You might end up wondering, then, why I am not going to preach this message, at least not at the start of this sermon.  Instead, I am going to focus on two verses that tend not to get much attention, verses that I admit I know are there but haven’t given much thought since I passed my New Testament and Church History classes in seminary.

Bishop Doug Fisher, who was my bishop in Western Massachusetts, spoke about these verses at diocesan convention in October.  I dare say he caused a couple hundred clergy and lay delegates to scratch their heads when he challenged us to name the “two most important verses in the Bible” and then quoted the first two verses of today’s Gospel:

In the fifteenth year of the reign of Emperor Tiberius, when Pontius Pilate was governor of Judea, and Herod was ruler of Galilee, and his brother Philip ruler of the region of Ituraea and Trachonitis, and Lysanias ruler of Abilene, during the high priesthood of Annas and Caiaphas, the word of God came to John son of Zechariah in the wilderness. (Luke 3:1-2)

Yep.  Lots of mystified delegates.

Bp. Fisher is a wise man, so of course the confusion was cleared up when he explained his thinking.  He reminded us that these two verses are the verses in the Gospel which firmly and unequivocally ground Jesus in a particular time and place.  These verses give Jesus political, social, economic, religious, and historical context.  It occurred to me that, just as for readers of a certain age who hear the name Franklin D. Roosevelt and think “New Deal” or hear the name John F. Kennedy and think “Cuban Missile Crisis,” Luke’s community and the earlier followers of Jesus would have heard Tiberius, Pilate, Herod, etc. and had an understanding of what it meant to be living in Jesus’ time.  They would have heard and understood Luke’s Gospel though the lens or filter of that particular context.

And this is point at which I start to share my thoughts about Bp. Fisher’s contention.

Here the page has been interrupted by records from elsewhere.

/** Starts a server of `kind` in a child process (tsx via --import, so the pid is the server's own). */
export async function startBenchServer(kind: ServerKind, roomCount = 1): Promise<BenchServer> {
  const env: NodeJS.ProcessEnv = { ...process.env, BENCH_SERVER: kind.startsWith('reference') ? kind : 'gloss', BENCH_RELAY_ROOMS: String(roomCount) };
  if (kind === 'gloss-pglite' || kind === 'gloss-pglite-before') delete env.DATABASE_URL;
  // y-websocket's utils switch their LevelDB persistence on when YPERSISTENCE names a folder.
  let leveldbDir: string | null = null;
  if (kind === 'reference-leveldb') env.YPERSISTENCE = leveldbDir = mkdtempSync(join(tmpdir(), 'bench-yleveldb-'));
  else delete env.YPERSISTENCE;
  // BENCH_SERVER_NODE_ARGS: extra node flags for the server only (e.g. --cpu-prof when looking into a figure).
  const nodeArgs = (process.env.BENCH_SERVER_NODE_ARGS ?? '').split(' ').filter(Boolean);
  const root = kind.endsWith('-before') ? BEFORE_ROOT! : repoRoot;
  env.BENCH_GLOSS_ROOT = root;
  const child: ChildProcess = spawn(process.execPath, [...nodeArgs, '--import', 'tsx', fileURLToPath(import.meta.url)], {
    cwd: root,
    env,
    stdio: ['pipe', 'pipe', 'inherit'],
  });
  const lines = createInterface({ input: child.stdout! });
  const waiters: Array<(msg: Record<string, unknown>) => boolean> = [];
  lines.on('line', (line) => {
    if (!line.startsWith('{')) return;
    const msg = JSON.parse(line) as Record<string, unknown>;
    const i = waiters.findIndex((w) => w(msg));
    if (i >= 0) waiters.splice(i, 1);
  });
  const next = (event: string, ms = 180_000) =>
    new Promise<Record<string, unknown>>((resolve, reject) => {
      const timer = setTimeout(() => reject(new Error(`bench server (${kind}): no ${event} line`)), ms);
      waiters.push((msg) => (msg.event === event ? (clearTimeout(timer), resolve(msg), true) : false));
    });
  const ready = await next('ready');
  const fromProc = procReader(child.pid);
  const http = `http://127.0.0.1:${ready.port as number}`;
  let headers: Record<string, string> = {};
  if (!kind.startsWith('reference')) {
    const res = await fetch(`${http}/api/session`, {
      method: 'POST',
      headers: { 'content-type': 'application/json', origin: http },
      body: JSON.stringify({ email: ready.email, password: ready.password }),
    });
    const cookie = res.headers.getSetCookie().map((c) => c.split(';', 1)[0]!).find((c) => c.startsWith('gloss_session='));
    if (!cookie) throw new Error(`bench sign-in failed: ${res.status}`);
    headers = { cookie, origin: http };
  }
  return {
    kind,
    wsBase: `ws://127.0.0.1:${ready.port as number}${ready.wsPath as string}`,
    room: (ready.rooms as string[])[0]!,
    rooms: ready.rooms as string[],
    headers,
    async cpu() {
      const reply = next('cpu', fromProc === null ? 180_000 : 5_000);
      child.stdin!.write('cpu\n');
      // Read from /proc where there is one: a saturated server answers its stdin seconds late (at 200
      // clients the reference did not within 180 s), which stretched the window its CPU time covered.
      const now = fromProc?.();
      const msg: Record<string, unknown> = await reply.catch((error: unknown) => {
        if (now === undefined) throw error;
        return { socketWrites: NaN };
      });
      return now !== undefined
        ? { ...now, socketWrites: (msg.socketWrites as number | undefined) ?? NaN }
        : { user: msg.user as number, system: msg.system as number, socketWrites: (msg.socketWrites as number | undefined) ?? NaN, rss: msg.rss as number };
    },
    async stop() {
      const exited = new Promise((resolve) => child.once('exit', resolve));
      child.stdin!.end();
      // A server still swamped by a saturated window may not get to its stdin's end: not waited for past a minute.
      const kill = setTimeout(() => child.kill('SIGKILL'), 60_000);
      await exited;
      clearTimeout(kill);
      if (leveldbDir !== null) rmSync(leveldbDir, { recursive: true, force: true });
    },
  };
}
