function kept(
  estimate: Extract<Estimate, { status: 'kept' }>,
  report: FitReport,
  loaded: LoadedFit,
): KeptLine {
  const { parameter } = estimate;
  const reason: KeptLine['reason'] =
    estimate.reason === 'no-information'
      ? { kind: 'no-information' }
      : estimate.reason === 'too-few-observations'
        ? {
            kind: 'too-few-observations',
            observations: report.observationCount,
            parameters: report.estimates.length,
          }
        : {
            kind: 'too-uncertain',
            relativePercent:
              estimate.relativeSigmaIfFitted === undefined ||
              !Number.isFinite(estimate.relativeSigmaIfFitted)
                ? null
                : percent(estimate.relativeSigmaIfFitted),
            limitPercent: percent(report.relativeSigmaLimit),
            notSeparableFrom: estimate.notSeparableFrom ?? [],
            readingsPercent:
              estimate.readingsRelativeSigma === undefined
                ? null
                : percent(estimate.readingsRelativeSigma),
          };
  return {
    ...label(parameter, loaded),
    parameterKind: parameter.kind,
    value: String(Number(estimate.value.toPrecision(3))),
    reason,
  };
}

export function fitText(
  report: FitReport,
  loaded: LoadedFit,
  logText: string,
  logPath: string,
  elapsedS: number,
  written: readonly WrittenLine[] | null,
): string {
  const fitted: FittedLine[] = report.estimates.flatMap((e) =>
    e.status === 'fitted'
      ? [
          {
            ...label(e.parameter, loaded),
            value: valueText(e.value, e.sigma),
            sigma: sig(e.sigma, 2),
            relativePercent: percent(e.relativeSigma),
            prior: String(Number(e.parameter.prior.toPrecision(3))),
          },
        ]
      : [],
  );
  const keptLines = report.estimates.flatMap((e) =>
    e.status === 'kept' ? [kept(e, report, loaded)] : [],
  );
  const source = parseYamlSource(logText, logPath).source;
  const residuals: ResidualLine[] = report.residuals.map((r) => {
    const u = observationUnit(r.observation);
    return {
      line: positionAt(source, r.observation.path).line,
      field: r.observation.field,
      seen: `${fixed(u.fromSi(r.observation.seen))} ${u.unit}`,
      model: `${fixed(u.fromSi(r.model))} ${u.unit}`,
      difference: `${signed(u.difference(r.difference))} ${u.unit}`,
      normalised: signed(r.normalised, 2),
    };
  });
  const plain = report.estimates.flatMap((e): string[] => {
    if (e.status !== 'fitted') {
      if (e.parameter.kind !== 'tightening') return [];
      const ifFitted = e.relativeSigmaIfFitted;
      return [
        fitWords.plainTighteningKept(
          loaded.coffee.name,
          String(Math.round(e.value * 100)),
          ifFitted !== undefined && Number.isFinite(ifFitted) ? percent(ifFitted) : null,
          e.notSeparableFrom ?? [],
        ),
      ];
    }
    const pct = percent(e.relativeSigma);
    switch (e.parameter.kind) {
      case 'heat':
        return [
          fitWords.plainHeat(
            loaded.stove.name,
            e.parameter.level!,
            sig(e.value, 2),
            pct,
            e.entangledWith,
          ),
        ];
      case 'permeability':
        return [fitWords.plainPermeability(loaded.coffee.name, pct, e.entangledWith)];
      case 'heat-loss':
        return [fitWords.plainHeatLoss(loaded.pot.name, sig(e.value, 2), pct)];
      case 'tightening':
        return [
          fitWords.plainTightening(
            loaded.coffee.name,
            String(Math.round(e.value * 100)),
            pct,
            e.entangledWith,
          ),
        ];
    }
  });
  const parts = report.estimates.flatMap((e) =>
    e.status === 'fitted' && e.relativeSigma > e.statisticalRelativeSigma * 1.05
      ? [
          fitWords.sigmaParts(
            label(e.parameter, loaded).key,
            label(e.parameter, loaded).owner,
            percent(e.statisticalRelativeSigma),
            percent(e.relativeSigma),
            e.entangledWith,
          ),
        ]
      : [],
  );
  const lines = [
    fitWords.plainHeading,
    ...(report.fittedCount > 0 ? plain : [fitWords.plainNothing, ...plain]),
    ...(report.misfit ? [fitWords.plainMisfit(report.misfit.brews)] : []),
    ...(report.leaveOneOut
      ? [fitWords.plainPrediction(sig(report.leaveOneOut.rmsNormalised, 2))]
      : []),
    '',
    fitWords.heading(logPath, loaded.pot.id, loaded.coffee.id, loaded.stove.id),
    fitWords.counts(
      loaded.log.brews.length,
      report.observationCount,
      report.fittedCount,
      report.dof,
    ),
    '',
    fitWords.fittedHeading(
      report.residualVariance === null ? null : sig(report.residualVariance, 2),
    ),
    ...fitWords.fittedTable(fitted),
    ...(parts.length > 0 ? [fitWords.sigmaPartsHeading, ...parts] : []),
    ...(keptLines.length > 0
      ? ['', fitWords.keptHeading, ...keptLines.map(fitWords.keptLine)]
      : []),
    '',
    fitWords.residualsHeading(
      String(ASSUMED_SIGMA.stopwatchS),
      String(toGrams(ASSUMED_SIGMA.scaleKg)),
      String(ASSUMED_SIGMA.probeK),
      String(toMl(ASSUMED_SIGMA.yieldM3)),
    ),
    ...(residuals.length > 0 ? fitWords.residualTable(residuals) : []),
    '',
    fitWords.summary(
      sig(report.chiSquare, 3),
      report.dof,
      report.simulations,
      elapsedS.toFixed(2),
      report.iterations,
    ),
    ...(report.converged ? [] : [fitWords.notConverged]),
  ];
  if (written !== null) {
    lines.push('');
    lines.push(...(written.length > 0 ? written.map(fitWords.written) : [fitWords.nothingWritten]));
    const notWritten = keptLines.map((l) => `${l.key} (${l.owner})`);
    if (written.length > 0 && notWritten.length > 0) lines.push(fitWords.notWritten(notWritten));
  }
  return `${lines.join('\n')}\n`;
}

This is different than the times we are given Jesus’ genealogy, as in the first chapter of Matthew, which seems to go on and on and on…detailing Jesus’ ancestry.  Don’t get me wrong, this is important, too, although quite frankly it can be hard to follow and has been known to provoke a bit of boredom.  While this helps us to understand Jesus in the context of generation upon generation of family, what it doesn’t do is tell us anything about the times in which Jesus lived his life on earth.  And that to me is the crux of it, why I agree with Bp. Fisher that these two verses are so incredibly important.  In some significant ways, understanding that context helps us to answer the question, “Why Advent?”  And, I dare say, it goes beyond understanding Advent better.   It helps us to understand in deeper, more profound and life-changing ways why it is we even celebrate Christmas.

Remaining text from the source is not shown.